Collect all lines from the records below that include the word "identities".

************

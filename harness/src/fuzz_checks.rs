//! The checks behind the fuzz targets in `fuzz/`, shared with the stable
//! replay test `tests/fuzz_replay.rs`, so that an input the fuzzer once broke
//! stays fixed.
//!
//! Each `check_*` function turns arbitrary bytes into a call of the kernel (or
//! of the batch decoder) and panics if an invariant fails. The invariants:
//! no panic; whatever is accepted is finite; and on success the cheap
//! identities of the model hold within tolerances derived below from the
//! accuracy contract in README.md.
//!
//! # Input layout
//! Byte 0 holds flags: bit 0 = put, bit 1 = raw mode, bit 2 = a target's
//! variant. Then little-endian u64 words, missing bytes read as zero. In raw
//! mode each word is the bits of an `f64` (NaN, ±∞, subnormals, huge
//! values: the error paths); otherwise words are mapped into ranges a little
//! wider than the documented domain.
//!
//! # Tolerances
//! Let L = S·e^(−qT) + K·e^(−rT) (the two legs of the forward) and
//! a = |r|T + |q|T + σ√T. Every elasticity of a call or put is bounded by the
//! legs: S·|∂V/∂S| ≤ L, K·|∂V/∂K| ≤ L, T·|∂V/∂T| ≤ L·a, r·|∂V/∂r| + q·|∂V/∂q| ≤ L·a,
//! σ·∂V/∂σ ≤ L·σ√T, so κ·V ≤ L·(2 + 2a). The contract's price error
//! 8·ε·(1+κ)·V is then at most 8·ε·L·(3 + 2a), and evaluating e^(−rT) and
//! e^(−qT) here adds about ε·L·(1 + a). Hence:
//! - [`PARITY_ULPS`]: C − P against S·e^(−qT) − K·e^(−rT), two prices and
//!   the legs: 2·8·(3 + 2a) + 4·(1 + a) ≤ 64·(1 + a) ulps of L.
//! - [`BOUND_ULPS`]: one price against a bound: 8·(3 + 2a) + 2·(1 + a) ≤ 32·(1 + a) ulps of L.
//! - Repricing an implied vol: |σ̂ − σ| ≤ 16·(1+κ)·ε·V/vega + 4·ε·σ, so
//!   |V(σ̂) − premium| ≤ vega·|σ̂ − σ| + 8·ε·(1+κ)·V ≤ 24·ε·(V + κV) + 4·ε·σ·vega,
//!   within [`BOUND_ULPS`]·(1 + a) ulps of L with σ√T·φ ≤ a.
//!
//! These hold only inside the documented domain, so the identities are
//! checked there; outside it only finiteness and the sign are.

use calor::{Contract, GridSpec, Kind, Market, ThetaScheme};

use crate::batch::{self, Format};

/// Ulps of L allowed, per unit of (1 + a), for put–call parity (see the module docs).
pub const PARITY_ULPS: f64 = 64.0;

/// Ulps of L allowed, per unit of (1 + a), for a price against a bound or a repricing.
pub const BOUND_ULPS: f64 = 32.0;

/// American against European, and against the European call when early
/// exercise never pays: the grid's documented accuracy is 1e-6·K on its
/// reference domain, doubled for the reference's own error.
pub const AMERICAN_TOLERANCE_PER_STRIKE: f64 = 2e-6;

/// The fuzz input, read as a flag byte and little-endian words.
#[derive(Clone, Copy, Debug)]
pub struct Input<'a> {
    data: &'a [u8],
}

************

Solution for this task:
//! identities of the model hold within tolerances derived below from the
//! These hold only inside the documented domain, so the identities are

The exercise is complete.